Exercise instructions: From the first line to the last, write out the records exactly.

Data shown:

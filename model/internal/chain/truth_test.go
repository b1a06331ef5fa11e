package chain

import (
	"encoding/json"
	"math"
	"os"
	"testing"

	"labelweir/model/internal/loss"
)

// solve runs the convex problem out.
func solve(p *Problem, tolerance float64) State {
	inf := math.Inf(-1)
	return Graduated(p, []Stage{{Q: inf, Rounds: 5000, Tolerance: tolerance}}, []float64{inf}, newRand(1), &Scratch{})[0]
}

// LIBLINEAR's optima, by scikit-learn's LinearSVC; testdata/linearsvc.py wrote them.
func TestUnboundedIsLiblinearsSquaredHinge(t *testing.T) {
	text, err := os.ReadFile("testdata/linearsvc.json")
	if err != nil {
		t.Fatal(err)
	}
	var golden struct {
		Cases []struct {
			Lambda float64
			X      [][]float64
			Y      []int8
			Omega  []float64
			W      []float64
			J      float64
		}
	}
	if err := json.Unmarshal(text, &golden); err != nil || len(golden.Cases) == 0 {
		t.Fatalf("%d cases, %v", len(golden.Cases), err)
	}
	for i, c := range golden.Cases {
		d := len(c.X[0])
		p := &Problem{Design: &Design{N: len(c.X), Dense: d}, Y: c.Y, Omega: c.Omega, Lambda: c.Lambda}
		for r, row := range c.X {
			p.Rows = append(p.Rows, int32(r))
			for _, v := range row {
				p.X = append(p.X, float32(v))
			}
		}
		st := solve(p, 1e-9)
		if math.Abs(st.J-c.J) > 1e-9 {
			t.Errorf("case %d: J=%.12f, LIBLINEAR %.12f", i, st.J, c.J)
		}
		for k, w := range c.W {
			if math.Abs(st.W[k]-w) > 1e-5*(1+math.Abs(w)) {
				t.Errorf("case %d: w[%d]=%.8f, LIBLINEAR %.8f", i, k, st.W[k], w)
			}
		}
	}
}

// gonum's L-BFGS on the primal.
func TestUnboundedIsTheConvexOptimum(t *testing.T) {
	p, _ := linear(500, 12, 0, 0, .2, newRand(8))
	st := solve(p, 1e-8)
	w := convex(t, p, squaredHinge)
	if got, want := st.J, objective(p, math.Inf(-1), w); math.Abs(got-want) > 1e-8 {
		t.Errorf("J=%.10f, L-BFGS on the primal finds %.10f", got, want)
	}
}

// At an end that converged, w is where the derivative of J vanishes, no weight leaves ±1/√λ, and J is below J(0) = 1.
func TestEndsAreStationaryAndBounded(t *testing.T) {
	const h = 1e-5
	for seed := range uint64(6) {
		for _, trees := range []int{0, 8} {
			p, _ := linear(400, 7, trees, 6, .25, newRand(seed))
			for _, q := range []float64{-1, -.5, 0} {
				st := Graduated(p, append(Path([]float64{q}), Stage{Q: q + 1e-9, Rounds: 3000, Tolerance: 1e-10}), []float64{q + 1e-9}, newRand(1), &Scratch{})[0]
				radius := loss.Radius(p.Lambda)
				if st.J > 1 || squares(st.W) > radius*radius {
					t.Errorf("seed %d q=%v: J=%v, ‖w‖²=%v, bounds 1 and %v", seed, q, st.J, squares(st.W), radius*radius)
				}
				if st.Status != Converged {
					continue
				}
				for c := range st.W {
					w := append([]float64(nil), st.W...)
					w[c] += h
					up := objective(p, st.Q, w)
					w[c] -= 2 * h
					down := objective(p, st.Q, w)
					if g := (up - down) / (2 * h); math.Abs(g) > 1e-5 {
						t.Errorf("seed %d trees %d q=%v: dJ/dw[%d] = %v", seed, trees, q, c, g)
					}
				}
			}
		}
	}
	p, _ := linear(200, 5, 4, 6, .2, newRand(1))
	for _, q := range []float64{-1, -.5, 0} {
		if got := objective(p, q, make([]float64, p.Columns())); math.Abs(got-1) > 1e-12 {
			t.Errorf("J(0) = %v at q=%v, want 1", got, q)
		}
	}
}

// The conditions that the derivation of the dual ends in: w = Σ αyx and α = ωξ/λ on kept rows, 0 on dropped ones.
func TestEndsMeetTheDualConditions(t *testing.T) {
	p, _ := linear(300, 6, 5, 4, .2, newRand(3))
	q := -.5
	st := Graduated(p, append(Path([]float64{q - .01}), Stage{Q: q, Rounds: 3000, Tolerance: 1e-10}), []float64{q}, newRand(1), &Scratch{})[0]
	if st.Status != Converged {
		t.Fatalf("status %v", st.Status)
	}
	w := make([]float64, p.Columns())
	for k := range p.Rows {
		a := st.Alpha[k] * float64(p.Y[k])
		var m float64
		for c := range p.Dense {
			v := float64(p.X[k*p.Dense+c])
			w[c] += a * v
			m += float64(p.Y[k]) * v * st.W[c]
		}
		for _, leaf := range p.Leaves[k*p.Trees : (k+1)*p.Trees] {
			w[p.Dense+int(leaf)] += a * p.LeafValue
			m += float64(p.Y[k]) * p.LeafValue * st.W[p.Dense+int(leaf)]
		}
		want := p.Omega[k] * math.Max(0, 1-m) / p.Lambda
		if m <= q {
			want = 0
		}
		if math.Abs(st.Alpha[k]-want) > 1e-6 || st.Keep[k] != (m > q) {
			t.Errorf("row %d: α=%v, want %v; kept %v at margin %v", k, st.Alpha[k], want, st.Keep[k], m)
		}
	}
	for c, v := range w {
		if math.Abs(v-st.W[c]) > 1e-9 {
			t.Errorf("w[%d]=%v, Σ αyx gives %v", c, st.W[c], v)
		}
	}
}

// A leaf is a feature like any other: the same problem with its leaves written out as dense columns has the same
// optimum, and a matrix of more columns than 16 bits count has it too.
func TestLeavesAreColumns(t *testing.T) {
	p, _ := linear(200, 4, 6, 5, .15, newRand(9))
	want := solve(p, 1e-8)
	dense := &Problem{Design: &Design{N: p.N, Dense: p.Columns()}, Rows: p.Rows, Y: p.Y, Omega: p.Omega, Lambda: p.Lambda}
	far := *p.Design
	far.LeafCols += narrow
	far.Leaves = nil
	for r := range p.N {
		row := make([]float32, p.Columns())
		copy(row, p.X[r*p.Dense:(r+1)*p.Dense])
		for _, leaf := range p.Leaves[r*p.Trees : (r+1)*p.Trees] {
			row[p.Dense+int(leaf)] = float32(p.LeafValue)
			far.Leaves = append(far.Leaves, leaf+narrow)
		}
		dense.X = append(dense.X, row...)
	}
	wide := *p
	wide.Design = &far
	for name, other := range map[string]*Problem{"dense": dense, "wide": &wide} {
		got := solve(other, 1e-8)
		if math.Abs(got.J-want.J) > 1e-7 {
			t.Errorf("%s: J=%.9f, as leaves %.9f", name, got.J, want.J)
		}
		if a := Annealed(other, -.5, &got, DefaultAnneal(), newRand(1), &Scratch{}); math.Abs(a.J-objective(other, -.5, a.W)) > 1e-9 {
			t.Errorf("%s: annealed J=%v, from its weights %v", name, a.J, objective(other, -.5, a.W))
		}
	}
}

Result of this exercise:
filename model/internal/chain/truth_test.go
repository b1a06331ef5fa11e
package chain

import (
	"encoding/json"
	"math"
	"os"
	"testing"

	"labelweir/model/internal/loss"
)

// solve runs the convex problem out.
func solve(p *Problem, tolerance float64) State {
	inf := math.Inf(-1)
	return Graduated(p, []Stage{{Q: inf, Rounds: 5000, Tolerance: tolerance}}, []float64{inf}, newRand(1), &Scratch{})[0]
}

// LIBLINEAR's optima, by scikit-learn's LinearSVC; testdata/linearsvc.py wrote them.
func TestUnboundedIsLiblinearsSquaredHinge(t *testing.T) {
	text, err := os.ReadFile("testdata/linearsvc.json")
	if err != nil {
		t.Fatal(err)
	}
	var golden struct {
		Cases []struct {
			Lambda float64
			X      [][]float64
			Y      []int8
			Omega  []float64
			W      []float64
			J      float64
		}
	}
	if err := json.Unmarshal(text, &golden); err != nil || len(golden.Cases) == 0 {
		t.Fatalf("%d cases, %v", len(golden.Cases), err)
	}
	for i, c := range golden.Cases {
		d := len(c.X[0])
		p := &Problem{Design: &Design{N: len(c.X), Dense: d}, Y: c.Y, Omega: c.Omega, Lambda: c.Lambda}
		for r, row := range c.X {
			p.Rows = append(p.Rows, int32(r))
			for _, v := range row {
				p.X = append(p.X, float32(v))
			}
		}
		st := solve(p, 1e-9)
		if math.Abs(st.J-c.J) > 1e-9 {
			t.Errorf("case %d: J=%.12f, LIBLINEAR %.12f", i, st.J, c.J)
		}
		for k, w := range c.W {
			if math.Abs(st.W[k]-w) > 1e-5*(1+math.Abs(w)) {
				t.Errorf("case %d: w[%d]=%.8f, LIBLINEAR %.8f", i, k, st.W[k], w)
			}
		}
	}
}

// gonum's L-BFGS on the primal.
func TestUnboundedIsTheConvexOptimum(t *testing.T) {
	p, _ := linear(500, 12, 0, 0, .2, newRand(8))
	st := solve(p, 1e-8)
	w := convex(t, p, squaredHinge)
	if got, want := st.J, objective(p, math.Inf(-1), w); math.Abs(got-want) > 1e-8 {
		t.Errorf("J=%.10f, L-BFGS on the primal finds %.10f", got, want)
	}
}

// At an end that converged, w is where the derivative of J vanishes, no weight leaves ±1/√λ, and J is below J(0) = 1.
func TestEndsAreStationaryAndBounded(t *testing.T) {
	const h = 1e-5
	for seed := range uint64(6) {
		for _, trees := range []int{0, 8} {
			p, _ := linear(400, 7, trees, 6, .25, newRand(seed))
			for _, q := range []float64{-1, -.5, 0} {
				st := Graduated(p, append(Path([]float64{q}), Stage{Q: q + 1e-9, Rounds: 3000, Tolerance: 1e-10}), []float64{q + 1e-9}, newRand(1), &Scratch{})[0]
				radius := loss.Radius(p.Lambda)
				if st.J > 1 || squares(st.W) > radius*radius {
					t.Errorf("seed %d q=%v: J=%v, ‖w‖²=%v, bounds 1 and %v", seed, q, st.J, squares(st.W), radius*radius)
				}
				if st.Status != Converged {
					continue
				}
				for c := range st.W {
					w := append([]float64(nil), st.W...)
					w[c] += h
					up := objective(p, st.Q, w)
					w[c] -= 2 * h
					down := objective(p, st.Q, w)
					if g := (up - down) / (2 * h); math.Abs(g) > 1e-5 {
						t.Errorf("seed %d trees %d q=%v: dJ/dw[%d] = %v", seed, trees, q, c, g)
					}
				}
			}
		}
	}
	p, _ := linear(200, 5, 4, 6, .2, newRand(1))
	for _, q := range []float64{-1, -.5, 0} {
		if got := objective(p, q, make([]float64, p.Columns())); math.Abs(got-1) > 1e-12 {
			t.Errorf("J(0) = %v at q=%v, want 1", got, q)
		}
	}
}

// The conditions that the derivation of the dual ends in: w = Σ αyx and α = ωξ/λ on kept rows, 0 on dropped ones.
func TestEndsMeetTheDualConditions(t *testing.T) {
	p, _ := linear(300, 6, 5, 4, .2, newRand(3))
	q := -.5
	st := Graduated(p, append(Path([]float64{q - .01}), Stage{Q: q, Rounds: 3000, Tolerance: 1e-10}), []float64{q}, newRand(1), &Scratch{})[0]
	if st.Status != Converged {
		t.Fatalf("status %v", st.Status)
	}
	w := make([]float64, p.Columns())
	for k := range p.Rows {
		a := st.Alpha[k] * float64(p.Y[k])
		var m float64
		for c := range p.Dense {
			v := float64(p.X[k*p.Dense+c])
			w[c] += a * v
			m += float64(p.Y[k]) * v * st.W[c]
		}
		for _, leaf := range p.Leaves[k*p.Trees : (k+1)*p.Trees] {
			w[p.Dense+int(leaf)] += a * p.LeafValue
			m += float64(p.Y[k]) * p.LeafValue * st.W[p.Dense+int(leaf)]
		}
		want := p.Omega[k] * math.Max(0, 1-m) / p.Lambda
		if m <= q {
			want = 0
		}
		if math.Abs(st.Alpha[k]-want) > 1e-6 || st.Keep[k] != (m > q) {
			t.Errorf("row %d: α=%v, want %v; kept %v at margin %v", k, st.Alpha[k], want, st.Keep[k], m)
		}
	}
	for c, v := range w {
		if math.Abs(v-st.W[c]) > 1e-9 {
			t.Errorf("w[%d]=%v, Σ αyx gives %v", c, st.W[c], v)
		}
	}
}

// A leaf is a feature like any other: the same problem with its leaves written out as dense columns has the same
// optimum, and a matrix of more columns than 16 bits count has it too.
func TestLeavesAreColumns(t *testing.T) {
	p, _ := linear(200, 4, 6, 5, .15, newRand(9))
	want := solve(p, 1e-8)
	dense := &Problem{Design: &Design{N: p.N, Dense: p.Columns()}, Rows: p.Rows, Y: p.Y, Omega: p.Omega, Lambda: p.Lambda}
	far := *p.Design
	far.LeafCols += narrow
	far.Leaves = nil
	for r := range p.N {
		row := make([]float32, p.Columns())
		copy(row, p.X[r*p.Dense:(r+1)*p.Dense])
		for _, leaf := range p.Leaves[r*p.Trees : (r+1)*p.Trees] {
			row[p.Dense+int(leaf)] = float32(p.LeafValue)
			far.Leaves = append(far.Leaves, leaf+narrow)
		}
		dense.X = append(dense.X, row...)
	}
	wide := *p
	wide.Design = &far
	for name, other := range map[string]*Problem{"dense": dense, "wide": &wide} {
		got := solve(other, 1e-8)
		if math.Abs(got.J-want.J) > 1e-7 {
			t.Errorf("%s: J=%.9f, as leaves %.9f", name, got.J, want.J)
		}
		if a := Annealed(other, -.5, &got, DefaultAnneal(), newRand(1), &Scratch{}); math.Abs(a.J-objective(other, -.5, a.W)) > 1e-9 {
			t.Errorf("%s: annealed J=%v, from its weights %v", name, a.J, objective(other, -.5, a.W))
		}
	}
}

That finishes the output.